# Civil Engineering + MBA +.......insert here



## pavell (Nov 9, 2009)

guys, I'm a civil engineer, will be done with my MBA in summer of 2010.

I'm not ready to work yet. What do you think is the best next degree to further my earning potential.....

-MS Civil Engineering - 2yrs

-Law Degree - 3 yrs

-PhD in Economics/Business - 3-4yrs

I'm still not sure about what to do, what do you guys think...for pure earning potential. im 22 yrs old, so no rush hah


----------



## Dleg (Nov 10, 2009)

I'd get out of school and work for a while if I were you. You already have a decent start. The only thing to keep in mind is that, at some point in the future, an MS in engineering will be required to get your PE license. If you can get your PE license within the next 5 years, that should not be an issue - you will be "grandfathered". Wait any longer, you may very well need that MS. And unless you don't want to be an engineer, you will absolutely need the PE to make decent money in civil engineering. It doesn't really matter so much to have the other degrees you list, I don't think - besides, you won't even know if you are suited for management until you have been in the working world for a while.

So I guess the short answer is stay and get the MS in engineering if you aren't ready to head out into the real world yet.


----------



## EM_PS (Nov 10, 2009)

Dleg said:


> I'd get out of school and work for a while if I were you. You already have a decent start. The only thing to keep in mind is that, at some point in the future, an MS in engineering will *[may likely]* be required to get your PE license.

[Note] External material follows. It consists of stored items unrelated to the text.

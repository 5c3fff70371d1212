import { describe, expect, it } from 'vitest';
import { applyPatch } from '#engine/model/merge-patch.ts';
import { placesOf } from '#engine/flood/places.ts';
import { indexNetwork } from '#engine/network/index-network.ts';
import { portVlanKey, segmentsAt, siteVlanKey } from '#engine/network/network.ts';
import { portGroupAt } from '#engine/network/port-groups.ts';
import { hubDesign, pairDesign } from '../../support/designs.ts';

describe('indexNetwork', () => {
  it('indexes nothing anew for a title, and still tells it', () => {
    const design = hubDesign(2);
    const before = indexNetwork(design);
    const renamed = applyPatch(design, { meta: { title: 'Coast, second issue' } });
    const after = indexNetwork(renamed);
    expect(after.design.meta.title).toBe('Coast, second issue');
    expect(before.design.meta.title).toBe(design.meta.title);
    expect(after.circuitsByForwarder).toBe(before.circuitsByForwarder);
    expect(indexNetwork(renamed)).toBe(after);
  });

  it('finds what hangs on a device, a port, an endpoint and an association', () => {
    const network = indexNetwork(hubDesign(2, { segments: ['a', 'b'] }));
    expect(network.devicesBySite.get('s1')).toEqual(['fw-s1', 'h-s1-a', 'h-s1-b', 'sw-s1']);
    expect(network.hostsBySegment.get('b')).toEqual(['h-s0-b', 'h-s1-b', 'h-s2-b']);
    expect(network.landingsByTransport.get('coast')).toEqual(['ld-s0-coast', 'ld-s1-coast', 'ld-s2-coast']);
    expect(network.tunnelsByEndpoint.get('lo-s1')).toEqual([
      { tunnel: 'tn-s0-s1-a', end: 'b' },
      { tunnel: 'tn-s0-s1-b', end: 'b' },
    ]);
    expect(network.tunnelsByAssociation.get('as-s0-s2')).toEqual(['tn-s0-s2-a', 'tn-s0-s2-b']);
    expect(network.forwardersByDevice.get('fw-s0')).toEqual(['br-s0-a', 'br-s0-b']);
    expect(network.circuitsByTunnel.get('tn-s0-s1-a')?.map(({ forwarder }) => forwarder)).toEqual([
      'br-s0-a',
      'br-s1-a',
    ]);
    expect(network.circuitsByPortVlan.get(portVlanKey('fw-s1', 'lan1', 120))).toMatchObject([
      { forwarder: 'br-s1-b', id: 'access' },
    ]);
    expect(network.segmentsBySiteVlan.get(siteVlanKey('s2', 110))).toEqual(['a']);
    expect(segmentsAt(network, 's2', 999)).toEqual([]);
    expect(network.cablesByDevice.get('sw-s0')).toHaveLength(3);
  });

  it('gives the same network for the same facts, wherever things stand on the sheet', () => {
    const design = pairDesign();
    const network = indexNetwork(design);
    expect(indexNetwork(design)).toBe(network);
    const moved = applyPatch(design, { layout: { devices: { 'fw-s0': { x: 40, y: 80 } } } });
    expect(moved).not.toBe(design);
    expect(indexNetwork(moved)).toBe(network);
    const renamed = applyPatch(design, { tunnels: { 'tn-s0-s1-a': { name: 'west' } } });
    expect(indexNetwork(renamed)).not.toBe(network);
    expect(indexNetwork(renamed).design.tunnels['tn-s0-s1-a']?.name).toBe('west');
  });

  it('reads the same from a design whose entries come in another order', () => {
    const design = hubDesign(3, { segments: ['a', 'b'] });
    const turned = Object.fromEntries(
      Object.entries(design).map(([key, value]) => [
        key,
        typeof value === 'object' ? Object.fromEntries(Object.entries(value).reverse()) : value,
      ]),
    ) as typeof design;
    const [one, other] = [indexNetwork(design), indexNetwork(turned)];
    expect(JSON.stringify([...other.circuitsByPort])).toBe(JSON.stringify([...one.circuitsByPort]));
    expect(other.bundles.map(({ cables }) => cables)).toEqual(one.bundles.map(({ cables }) => cables));
  });
});

describe('the network of a later version', () => {
  const cableOf = (hub: string, port: string) => ({
    kind: 'cable',
    a: { device: 'sw-s1', port: 'p9' },
    b: { device: hub, port },
  });
  const before = () => {
    const design = applyPatch(hubDesign(6, { segments: ['a'] }), {
      devices: {
        'sw-s1': { ports: { p9: { number: 9, role: 'lan', mode: 'trunk' } } },
        'sw-s2': { ports: { p9: { number: 9, role: 'lan', mode: 'trunk' } } },
      },
    });
    return { design, network: indexNetwork(design) };
  };

  it('has the same tunnels, ports and bundles under the same numbers where a cable is added', () => {
    const { design, network } = before();
    const places = placesOf(network);
    // Its id comes before all others.
    const later = indexNetwork(applyPatch(design, { links: { 'ca-new': cableOf('sw-s2', 'p9') } }));
    expect(later.firstTunnelElement).toBe(network.firstTunnelElement);
    expect(later.bundles).toHaveLength(network.bundles.length + 1);
    for (const bundle of network.bundles) expect(later.bundles[bundle.index]).toBe(bundle);
    for (const [device, groups] of network.portGroupsByDevice)
      if (device !== 'sw-s1' && device !== 'sw-s2') expect(later.portGroupsByDevice.get(device)).toBe(groups);
    expect(placesOf(later).byDevice.get('fw-s3')).toBe(places.byDevice.get('fw-s3'));
  });

  it('gives the number of a cable that is gone to the last one and leaves all others theirs', () => {
    const { design, network } = before();
    const gone = network.bundles[0]!;
    const last = network.bundles.at(-1)!;
    const later = indexNetwork(applyPatch(design, { links: { [gone.cables[0]!]: null } }));
    expect(later.firstTunnelElement).toBe(network.firstTunnelElement);
    expect(later.bundles[0]).toMatchObject({ index: 0, cables: last.cables });
    for (const bundle of network.bundles.slice(1, -1)) expect(later.bundles[bundle.index]).toEqual(bundle);
    expect(later.bundles).toHaveLength(network.bundles.length - 1);
    expect(later.bundleByCable.has(gone.cables[0]!)).toBe(false);
  });

  it('numbers everything anew once the room for cables is used up', () => {
    const { design, network } = before();
    const many = Object.fromEntries(
      Array.from({ length: 300 }, (_one, i) => [`cb-new-${i}`, cableOf('sw-s2', 'p9')]),
    );
    const later = indexNetwork(applyPatch(design, { links: many }));
    expect(later.bundles).toHaveLength(network.bundles.length + 300);
    expect(later.firstTunnelElement).toBeGreaterThanOrEqual(later.bundles.length);
  });
});

describe('ports and cables as logical ones', () => {
  const doubled = (aggregation: string | null) =>
    indexNetwork(
      applyPatch(pairDesign(), {
        devices: {
          'sw-s0': {
            ports: {
              p1: { aggregation },
              p9: { number: 9, role: 'lan', mode: 'trunk', ...(aggregation === null ? {} : { aggregation }) },
            },
          },
          'fw-s0': { ports: { lan1: { aggregation }, lan2: { aggregation } } },
        },
        links: {
          'cb-s0-up2': {
            kind: 'cable',
            a: { device: 'fw-s0', port: 'lan2' },
            b: { device: 'sw-s0', port: 'p9' },
          },
        },
      }),
    );

  it('counts cables of one aggregation once and leaves others apart', () => {
    const network = doubled('lag1');
    const bundle = network.bundleByCable.get('cb-s0-up2')!;
    expect(bundle).toBe(network.bundleByCable.get('cb-s0-up1'));
    expect(bundle.cables).toEqual(['cb-s0-up1', 'cb-s0-up2']);
    expect(portGroupAt(network, 'sw-s0', 'p9', undefined)?.ports).toEqual(['p1', 'p9']);
    const apart = doubled(null);
    expect(apart.bundleByCable.get('cb-s0-up2')).not.toBe(apart.bundleByCable.get('cb-s0-up1'));
  });

  it('gives each member of a pair its own ports and leaves member links out', () => {
    const network = indexNetwork(pairDesign({ hub: 'ha-pair' }));
    expect(network.bundleByCable.has('cb-s0-sync1')).toBe(false);
    expect(network.bundleByCable.get('cb-s0-up2')?.b).toMatchObject({
      device: 'fw-s0',
      member: 2,
      port: 'lan1',
    });
  });

  it('knows a cable in a shut port for dead', () => {
    const network = indexNetwork(
      applyPatch(pairDesign(), { devices: { 'sw-s0': { ports: { p1: { shut: true } } } } }),
    );
    expect(network.bundleByCable.get('cb-s0-up1')).toMatchObject({ cables: ['cb-s0-up1'], alive: [] });
  });
});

fixed it  , though i agree with getting the MS

Pavel, you have i would presume some rather large debt as a result of your schooling thus far(?) Are you sure you wanna throw another 2 years minimum on top of that before you start knocking some of it down by working? also, its possible you could earn the MS Engineering partially on a company's dime if you start working after your MBA next summer. I think its time to get your toes wet in employment, and if you like what youre doing, maybe pursue the MS w/ the employer's blessing.


----------



## maryannette (Nov 10, 2009)

Not to be offensive, but as a mother of a college graduate and a college student, I would encourage you to go to work. You said you're not ready to work yet. Have you ever worked for a summer or in a part-time job? Whether you are financing your education or riding someone else's bankroll, you have to become a productive adult at some point.


----------



## SSmith (Nov 10, 2009)

I agree with Mary.

Get a job. Be productive. Then decide if and in what direction you want to further your education. In business talk, the opportunity cost of continued education without an underpinning work experience is just too great.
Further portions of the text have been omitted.